Не важно, что говорить, важно чтобы он не испугался и не ломанулся от меня подальше в кусты. Если я его не догоню, то вероятность того, что его поймает ближайший вражеский патруль достаточно велика. А этот лишь для того, чтобы сохранить свою дрянную жизнь, сразу же начнёт орать про то, что видел меня. И я его не виню, это инстинкт — он ведь даже не подумает, что с ним ничего особенного не случиться. Ну стукнут по зубам пару раз, да отправят служить в то же самое ополчение.

Тот инстинктивно оглянулся и слегка придвинулся. Я же подошёл ещё ближе, слегка нагибаясь, играя лицом, с небольшим кинжалом, сжатым за спиной, основным достоинством которого было наличие драгоценных камней. Когда же это чудо приблизилось, я рванул его на себя, слегка доворачивая так, чтобы он пришёлся боком, и валя его на землю. Втыкая кинжал в бок, где у всех нормальных людей находится печень, я старался удержать его на земле. Это сволочь сучила ногами и пыталась вырваться, а глаза были такие обиженные обиженные. Казалось он до сих пор не мог поверить в такую подлянку, выкидываемую судьбой.

Теперь, когда всё закончилось, он выглядел сущим салабоном, по ошибке напялившим военную форму старшего брата. Остановившиеся глаза, острый нос, полуоткрытый рот, с почти всеми зубами, муха ползущая по этим зубам. Меня передёрнуло и я отвернулся, борясь с тошнотой и угрызениями совести. Эта зараза, топорщилась, стараясь выбраться из того закутка, который я отвёл ей. Вот странная вещь, вроде бы не первый мною убитый, а всё равно как в первый раз. Меня аж передёрнуло, когда я вспомнил того нищего с которым подрался.

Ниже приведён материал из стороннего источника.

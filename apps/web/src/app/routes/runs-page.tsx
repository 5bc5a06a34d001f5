import { RUN_STATUSES, type RunStatus } from "@plumeline/contracts";
import { paths } from "@/config/paths";
import { useMe } from "@/features/auth/api/get-me";
import { useRuns } from "@/features/runs/api/get-runs";
import { RunsTable } from "@/features/runs/components/runs-table";
import { ButtonLink } from "@/components/ui/button";
import { Card, CardBody } from "@/components/ui/card";
import { PageHeader } from "@/components/ui/page-header";
import { EmptyState } from "@/components/ui/states";
import { ListControls } from "@/components/lists/list-controls";
import { listFieldErrors } from "@/components/lists/list-field-errors";
import { PagedList } from "@/components/lists/paged-list";
import { useListQuery } from "@/components/lists/use-list-query";

const RUN_SORTS = [
  { value: "createdAt:desc", label: "Newest first" },
  { value: "createdAt:asc", label: "Oldest first" },
  { value: "name:asc", label: "Name A–Z" },
  { value: "name:desc", label: "Name Z–A" },
  { value: "status:asc", label: "Status" },
  { value: "members:desc", label: "Most members" },
  { value: "members:asc", label: "Fewest members" },
];

export default function RunsPage() {
  const me = useMe();
  const list = useListQuery({ defaultSort: "createdAt:desc", filterKeys: ["status", "author", "from", "to", "mine"] });
  const { q, sort, limit, offset, filters } = list.state;
  const runs = useRuns({ q, sort, limit, offset, status: (filters.status || undefined) as RunStatus | undefined, author: filters.author, from: filters.from, to: filters.to, mine: filters.mine === "true" });
  const canCreate = me.data?.permissions.includes("runs:create") ?? false;
  return (
    <>
      <PageHeader
        kicker="Runs"
        title="Run queue and results"
        description="Ensembles queue here and report progress while they run. Open a finished run for its fan chart, tables and exports."
        actions={
          <>
            <ButtonLink to={paths.runCompare.build()} variant="secondary">
              Compare runs
            </ButtonLink>
            {canCreate && (
              <ButtonLink to={paths.runNew.build()} variant="primary">
                New run
              </ButtonLink>
            )}
          </>
        }
      />
      <Card className="mb-4">
        <CardBody>
        <ListControls
          noun="runs"
          state={list.state}
          onChange={list.update}
          errors={listFieldErrors(runs.error)}
          searchHint="Part of a run's name"
          sortOptions={RUN_SORTS}
          selects={[{ key: "status", label: "Status", options: RUN_STATUSES.map((s) => ({ value: s, label: s })) }]}
          texts={[{ key: "author", label: "Started by", placeholder: "Name or email" }]}
          toggles={[{ key: "mine", label: "Only mine" }]}
          dates
        />
        </CardBody>
      </Card>
      <Card>
        <PagedList
          result={runs}
          noun="runs"
          state={list.state}
          onOffset={list.setOffset}
          empty={
            <EmptyState title={list.filtered ? "No runs match these filters" : "No runs yet"} action={canCreate ? <ButtonLink to={paths.runNew.build()}>Start a run</ButtonLink> : undefined}>
              Runs you and your colleagues start appear here with live progress.
            </EmptyState>
          }
        >
          {(items) => <RunsTable runs={items} currentUserId={me.data!.user.id} canCreate={canCreate} />}
        </PagedList>
      </Card>
    </>
  );
}
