import { usePerilProfiles } from "@/features/peril/api/get-peril-profiles";
import { usePortfolios } from "@/features/peril/api/get-portfolios";
import { PerilProfilesTable } from "@/features/peril/components/peril-profiles-table";
import { Card, CardHeader } from "@/components/ui/card";
import { Cautions } from "@/components/ui/cautions";
import { PageHeader } from "@/components/ui/page-header";
import { EmptyState, ErrorState, LoadingState } from "@/components/ui/states";
import { Table, Td, Th } from "@/components/ui/table";
import { formatDate } from "@/lib/format";

/** Peril profiles and portfolio baselines (the peril lens); editors and result tabs build on this page. */
export default function PerilLensPage() {
  const profiles = usePerilProfiles();
  const portfolios = usePortfolios();
  return (
    <>
      <PageHeader
        kicker="Peril lens"
        title="Peril profiles and portfolios"
        description="How each peril scales with warming beyond what the firm's baseline view already holds, and the baseline figures it is applied to."
      />
      <Cautions className="mb-6" />
      <div className="flex flex-col gap-6">
        <Card>
          <CardHeader title="Peril profiles" />
          {profiles.isPending ? (
            <LoadingState />
          ) : profiles.isError ? (
            <div className="p-4">
              <ErrorState error={profiles.error} />
            </div>
          ) : profiles.data.length === 0 ? (
            <div className="p-4">
              <EmptyState title="No peril profiles yet" />
            </div>
          ) : (
            <PerilProfilesTable profiles={profiles.data} />
          )}
        </Card>
        <Card>
          <CardHeader title="Portfolio baselines" />
          {portfolios.isPending ? (
            <LoadingState />
          ) : portfolios.isError ? (
            <div className="p-4">
              <ErrorState error={portfolios.error} />
            </div>
          ) : portfolios.data.length === 0 ? (
            <div className="p-4">
              <EmptyState title="No portfolios yet" />
            </div>
          ) : (
            <Table>
              <thead>
                <tr>
                  <Th>Portfolio</Th>
                  <Th numeric>Rows</Th>
                  <Th>Regions</Th>
                  <Th>Perils</Th>
                  <Th>Currencies</Th>
                  <Th>Added</Th>
                </tr>
              </thead>
              <tbody>
                {portfolios.data.map((p) => (
                  <tr key={p.id}>
                    <Td className="font-medium">{p.name}</Td>
                    <Td numeric>{p.rowCount}</Td>
                    <Td className="text-xs">{p.regions.join(", ")}</Td>
                    <Td className="text-xs">{p.perils.join(", ")}</Td>
                    <Td className="text-xs">{p.currencies.join(", ")}</Td>
                    <Td className="text-muted">{formatDate(p.createdAt)}</Td>
                  </tr>
                ))}
              </tbody>
            </Table>
          )}
        </Card>
      </div>
    </>
  );
}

Хотелось бы соврать, что подрался ради высоких идеалов, Стараясь не встречаться взглядом с трупом, я начал его раздевать. Не очень то и удобно! Я ещё раз ругнулся, вспомнив авторов фэнтези, у которых герой за две минуты переодевается в шмотки убитого им, естественно, негодяя. Причём пока он переодевается, одежда волшебным образом успевает отстираться, а иногда и погладиться, ну а кровь стряхивается рукой, словно сухая грязь. Тут же всё было по правде, хотя крови вытекло и не так уж много. Однако всё равно гардеробчик оказался основательно подпорчен. Морщась и сплёвывая, я раздел его, не побрезговав исподним штанами.

— Постирать бы, — мелькнула мысль и пропала не успев оформиться.

Слегка отдышавшись, я оглядел полянку. Парень где-то разжился небольшой крестьянской котомкой, в которую я и засунул вещички, не потроша добычу.

— Вот гад, ограбить кого то успел, — с удивлением произнёс я и добавил: Мародёр!

Уже лихорадочно закидывая её на плечо, я проговорил с осуждением:

— Вот из-за таких как ты, и происходит всякое непотребство!

А теперь в кусты и бежать поглубже. Насколько я знаю карту, мне подходило две дороги, одна в сторону Лилу, а вторая в сторону Гномьего хребта. Оставалось только определиться какая дорога мне больше нравиться. Сказать, что мне было всё равно, нельзя. Наоборот, это был один из самых тяжёлых выборов в моих жизнях. По уму надо было бы валить в сторону Гномьего хребта. Теперь, когда я знал об амулетах, блокирующих ауру, прямой резон был просто затеряться где-нибудь в стороне. С другой стороны, жить в постоянном страхе, мне не хотелось, да и хлебанув пусть ограниченной, но власти, существование в теле крестьянина, трактирщика, служащего — представлялось мне прозябанием.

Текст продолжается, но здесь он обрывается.